Несмотря на проникновение в Тверскую землю московских военно-служилых отношений, в начале 80-х гг. формальная самостоятельность великого княжения сохранялась. Независимый от Москвы тверской летописец фиксирует события внутренней жизни этого княжества. Важным событием зимы 1483 г. была миссия в Тверь П.Г. Заболотского «с радостью» — с сообщением о браке Ивана Молодого. Московский посол привез подарки великому князю Михаилу, его матери и жене — мехи вина, убрусцы «жемчугом сажены». Со стороны великого князя всея Руси это посольство — акт вежливости по отношению к своему тверскому «брату». Москва продолжает формально признавать Тверское великое княжение. 7 февраля 1483 г. летописец отмечает, что «преставися княгиня великая София… а была за великим князем Михаилом Борисовичем 7 лет».[732] Кончина великой княгини, дочери киевского князя Семена Олельковича, ставила на очередь вопрос о новом браке тверского великого князя — вопрос, имеющий для всякого феодального княжества весьма важное политическое значение. В том же году великий князь тверской в сопровождении матери посещает Кашин — один из важнейших городов своей земли.[733] Механизм феодального властвования продолжает функционировать. В марте того же года летописец сообщает о большом пожаре в Твери: «…дворов згорело да келей с сорок».[734] Столица Тверской земли жила обычной жизнью русского средневекового города, для которого пожар — частое и грозное событие.

Осенью 1483 г. тверской летописец зафиксировал факт рождения сына Ивана Молодого и Елены Волошской, хотя и не привел точной даты («о Дмитриеве дни»,[735] т. е. около 26 октября, фактически — 10 октября). Московское правительство, видимо, на этот раз не послало в Тверь официальную миссию (или летописец не получил об этом информации).
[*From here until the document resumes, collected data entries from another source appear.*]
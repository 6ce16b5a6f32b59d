package diaphragm

import (
	"strconv"
	"strings"
	"unicode"
	"unicode/utf8"

	"hoopsheet/core/quantity"
)

// The kinds of problem of fields and edits, beside those of package quantity.
const (
	// CodeEmpty: a field that needs a value has none.
	CodeEmpty = Code(quantity.CodeEmpty)
	// CodeBounds: a value outside the field's bounds, or not finite.
	CodeBounds Code = "bounds"
	// CodeConflict: a value that does not go together with another field.
	CodeConflict Code = "conflict"
	// CodeTooLong: a text with too many characters.
	CodeTooLong = Code(quantity.CodeTooLong)
	// CodeText: a text with characters that cannot be shown.
	CodeText Code = "text"
	// CodeWhole: a count that is no whole number.
	CodeWhole Code = "whole"
	// CodeChoice: not one of the choices.
	CodeChoice Code = "choice"
	// CodeTooMany: more entries of a list than are allowed.
	CodeTooMany Code = "too-many"
	// CodeUnit: no unit of the field's dimension.
	CodeUnit = Code(quantity.CodeUnit)
	// CodeUnknownField: an edit names a field that does not exist.
	CodeUnknownField Code = "unknown-field"
	// CodeAction: an edit does what cannot be done with its field.
	CodeAction Code = "action"
	// CodeSchema: the document's version is not the one of this program.
	CodeSchema Code = "schema"
)

// Codes lists every kind of problem that fields, edits and documents have,
// those of package quantity included.
func Codes() []Code {
	list := []Code{
		CodeBounds, CodeConflict, CodeText, CodeWhole, CodeChoice, CodeTooMany, CodeUnknownField, CodeAction, CodeSchema,
		CodeCutShort, CodeAltered, CodeNewer, CodeUnreadable, CodeTooLarge,
	}
	for _, code := range quantity.Codes() {
		list = append(list, Code(code))
	}
	return list
}

// Validate lists what is wrong with a whole document that did not come through
// Apply: one from a script, a link or a file. It is empty for a sound one.
// Messages name values in the units of SI fields.
func Validate(doc Diaphragm) []Problem { return validate(doc, nil, quantity.SI) }

func validate(doc Diaphragm, units map[string]string, system quantity.System) []Problem {
	problems := identityProblems(doc)
	problems = append(problems, tooLongLists(doc)...)
	for _, f := range FieldsOf(doc) {
		if p := f.check(&doc, f.unit(units, system)); p != nil {
			problems = append(problems, *p)
		}
	}
	for _, c := range conflicts(doc, units, system) {
		problems = append(problems, c.problem(c.fields[0]))
	}
	return problems
}

// identityProblems checks what is not typed in a form: schema, id, time of
// creation, revision. A document of a script may have neither id nor time.
func identityProblems(doc Diaphragm) []Problem {
	var problems []Problem
	add := func(field string, code Code, message string) {
		problems = append(problems, Problem{Field: field, Code: code, Message: message, Offset: -1})
	}
	if doc.Schema != Schema {
		add("schema", CodeSchema, "The document's schema is "+strconv.Itoa(doc.Schema)+"; this version works with schema "+strconv.Itoa(Schema)+".")
	}
	if doc.ID != "" && !soundID(doc.ID) {
		add("id", CodeText, "The document's id must be 1 to 64 letters, digits, - or _.")
	}
	if doc.Created != "" && !ValidTime(doc.Created) {
		add("created", CodeText, "The time of creation must be written like 2031-05-17T09:30:00Z.")
	}
	if doc.Revision < 0 || doc.Revision > 1e9 {
		add("revision", CodeBounds, "The revision is "+strconv.Itoa(doc.Revision)+"; it must be a number from 0 to 1000000000.")
	}
	return problems
}

// check tests the field's value within doc by itself.
func (f Field) check(doc *Diaphragm, unit quantity.Unit) *Problem {
	switch f.Kind {
	case KindQuantity:
		return f.checkQuantity(*f.number(doc), unit)
	case KindCount:
		return f.checkCount(*f.count(doc))
	case KindChoice:
		if f.flag != nil {
			return nil // a flag can only be one of its two choices
		}
		return f.checkChoice(*f.text(doc))
	}
	return f.checkText(*f.text(doc))
}

func (f Field) checkQuantity(value float64, unit quantity.Unit) *Problem {
	if value >= f.Low && value <= f.High || f.Optional && value == 0 {
		return nil
	}
	return f.problem(CodeBounds, f.capital()+" is "+withUnit(show(value, unit), unit)+"; it must lie from "+
		withUnit(inside(f.Low, unit, +1), unit)+" to "+withUnit(inside(f.High, unit, -1), unit)+", because "+f.Reason+".")
}

func (f Field) checkCount(value int) *Problem {
	if value >= int(f.Low) && value <= int(f.High) || f.Optional && value == 0 {
		return nil
	}
	return f.problem(CodeBounds, f.capital()+" is "+strconv.Itoa(value)+"; it must lie from "+strconv.Itoa(int(f.Low))+" to "+
		strconv.Itoa(int(f.High))+", because "+f.Reason+".")
}

func (f Field) checkChoice(value string) *Problem {
	if value == "" && f.Default != "" {
		return nil
	}
	var names []string
	for _, c := range f.Choices {
		if c.Value == value {
			return nil
		}
		names = append(names, c.Value)
	}
	last := len(names) - 1
	return f.problem(CodeChoice, f.capital()+" cannot be "+clip(value)+"; choose "+strings.Join(names[:last], ", ")+" or "+names[last]+".")
}

func (f Field) checkText(value string) *Problem {
	if !f.Optional && strings.TrimSpace(value) == "" {
		return f.problem(CodeEmpty, f.capital()+" is empty; type at least one letter.")
	}
	if count := utf8.RuneCountInString(value); count > f.Most {
		p := f.problem(CodeTooLong, f.capital()+" has "+strconv.Itoa(count)+" characters; at most "+strconv.Itoa(f.Most)+" are kept.")
		p.Offset = utf16Length(value, f.Most)
		return p
	}
	for i, r := range value {
		lineBreak := f.Kind == KindLongText && (r == '\n' || r == '\t')
		if unicode.IsControl(r) && !lineBreak || r == utf8.RuneError || reordering(r) {
			p := f.problem(CodeText, f.capital()+" holds a character that cannot be shown; delete it.")
			p.Offset = utf16Length(value[:i], len(value))
			return p
		}
	}
	return nil
}

// reordering is true for the characters that make the text behind them be
// shown in another order than it is written: in a hand-over they could make
// figures read differently.
func reordering(r rune) bool {
	return r >= '\u202a' && r <= '\u202e' || r >= '\u2066' && r <= '\u2069'
}

// utf16Length counts the UTF-16 units of the first most runes of text.
func utf16Length(text string, most int) int {
	units := 0
	for _, r := range text {
		if most == 0 {
			break
		}
		most--
		units++
		if r > 0xffff {
			units++
		}
	}
	return units
}

func (f Field) problem(code Code, message string) *Problem {
	return &Problem{Field: f.Path, Code: code, Message: message, Offset: -1}
}

// capital is the field's name at the start of a sentence.
func (f Field) capital() string { return strings.ToUpper(f.Name[:1]) + f.Name[1:] }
Непосредственно после этого известия летописец помещает сообщение: «Приездил во Тверь с поклоном Володимер Елизарьев сын». Что означает этот приезд «с поклоном» Владимира Гусева, одного из служилых людей великого князя московского? На этот вопрос возможны два альтернативных ответа: 1) Владимир Гусев был прислан в Тверь с официальной миссией, может быть, с сообщением о рождении внука великого князя всея Руси; 2) он приехал в Тверь по своей инициативе.

В пользу первого варианта говорит факт помещения известия о приезде Гусева сразу после сообщения о рождении князя Дмитрия, как бы в одном контексте с этим сообщением. Однако непонятно, почему Гусев, если он официальный московский посол, приехал в Тверь «с поклоном». Его предшественник, П.Г. Заболотский, приезжал в январе 1483 г. по аналогичному поводу «с радостью». Еще более загадочна реакция Михаила Тверского на приезд московского посла: он не только «поклона не приял» и выслал Гусева «вон из избы», но «и к матери ему ити не веле, к великой княгини Настасии».[736] Владимир Гусев, таким образом, был поставлен в положение persona non grata. Трудно себе представить, чтобы такому позору и унижению мог подвергнуться официальный московский посол — это было бы равносильно полному разрыву с Москвой. Ввиду этого первая версия объяснения приезда Гусева должна быть отвергнута.[737]

вернуться

732

ПСРЛ. Т. 15. Стб. 497.

вернуться

733

Там же; ср.: Зимин А.А. Россия на рубеже… С. 59.

вернуться

734

ПСРЛ. Т. 15. Стб. 498.

вернуться

735

Там же.

вернуться

736

Там же.

вернуться

737

К.В. Базилевич не сомневается в официальном характере миссии Гусева и в оскорблении, нанесенном ему как послу (Внешняя политика… С. 226–227). Этот факт он объясняет начавшимися переговорами Твери с Казимиром. Однако оскорбление, нанесенное послу, означало по нормам средневекового права немедленный разрыв всех отношений и начало войны. Война же с Тверью началась только через год с лишним, и ни о каком оскорблении посла как поводе к войне летописи не упоминают. Поэтому версию К.В. Базилевича принять трудно. Оскорбление посла А.А. Зимин связывает с протестом Михаила против династических прав наследника московского великого князя на тверской стол — его мать была дочерью великого князя Бориса Александровича от первого брака и, таким образом, сводной сестрой Михаила Борисовича (сына от второго брака). Ниоткуда не видно, однако, что московское правительство предъявляло какие-либо династические претензии к Твери — противоречия между Русским государством и Тверью носили отнюдь не династический характер.